Review of gradient ascent

• Algorithm for one-dimensional space:
  • while not converged: $w^{(t+1)} < w^{(t)} + \eta \frac{dl}{d}$
• Rough intuition: step towards a maximum multiplying the derivative by a step size, until the derivate is basically 0, which means you have hit the maximum. If you over step, then you should be pulled in the opposite direction, meaning you should eventually converge.

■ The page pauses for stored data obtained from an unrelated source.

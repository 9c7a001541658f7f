import passport from "passport";
import { Strategy as LocalStrategy } from "passport-local";
import session from "express-session";
import connectPgSimple from "connect-pg-simple";
import pg from "pg";
import type { RequestHandler } from "express";
import type { Config } from "../config.ts";
import { User } from "../accounts/model.ts";
import { findUserBySignIn } from "../accounts/service.ts";
import { toSessionUser } from "../accounts/dto.ts";

export const SESSION_COOKIE = "clearbench.sid";

passport.use(
  new LocalStrategy({ usernameField: "email", passwordField: "password" }, (email, password, done) => {
    findUserBySignIn(email, password).then(
      (user) => done(null, user ? toSessionUser(user) : false),
      (err: unknown) => done(err),
    );
  }),
);
passport.serializeUser((user, done) => done(null, user.id));
// Runs on every signed-in request: only the columns the session user needs (never the password hash), one index probe,
// read as a plain row rather than a model instance.
const SESSION_USER_COLUMNS = ["id", "email", "name", "role", "companyId", "technicianId"] as const;
passport.deserializeUser((id: number, done) => {
  User.findOne({ where: { id, active: true }, attributes: [...SESSION_USER_COLUMNS], raw: true }).then(
    (user) => done(null, user ? toSessionUser(user) : false),
    (err: unknown) => done(err),
  );
});

/** Sessions live in PostgreSQL (table `session`), so any server instance can serve any request. */
export function sessionMiddleware(config: Config, pool: pg.Pool): RequestHandler {
  const PgStore = connectPgSimple(session);
  return session({
    name: SESSION_COOKIE,
    secret: config.SESSION_SECRET,
    store: new PgStore({
      pool,
      tableName: "session",
      createTableIfMissing: false,
      pruneSessionInterval: 15 * 60,
    }),
    resave: false,
    saveUninitialized: false,
    rolling: true,
    proxy: config.NODE_ENV === "production",
    cookie: {
      httpOnly: true,
      sameSite: "lax",
      secure: config.NODE_ENV === "production",
      maxAge: 8 * 60 * 60_000, // one working shift
    },
  });
}

export { passport };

• When multi-dimension, replace derivative with a D-dimensional vector of partial derivatives:

  $\triangledown l(\mathbf{w}) =\begin{bmatrix}\frac{\partial l}{\partial w_0}\\\frac{\partial l}{\partial w_1}\\\frac{\partial l}{\partial w_D}\end{bmatrix}$

Learning algorithm for logistic regression

Derivative of (log-)likelihood:

$$\frac{\partial l(\mathbf{w})}{\partial \mathbf{w}_j} = \sum\limits_{i=1}^{N} h_j(\mathbf{x}_i)(\mathbf{1}[y_i = +1] - P(y = +1 | \mathbf{x}_i, \mathbf{w})]]) $$

Rough attempt at writing gradient ascent:

#...

converged = False
while not converged:
   for j in range(len(weights)):
       partial[j] = (d[j] * (get_indicator(data) - get_probability(data, coefficients)).sum()
   coefficients = step_size * partial
   converged = assess_convergence_somehow(partial)  # ??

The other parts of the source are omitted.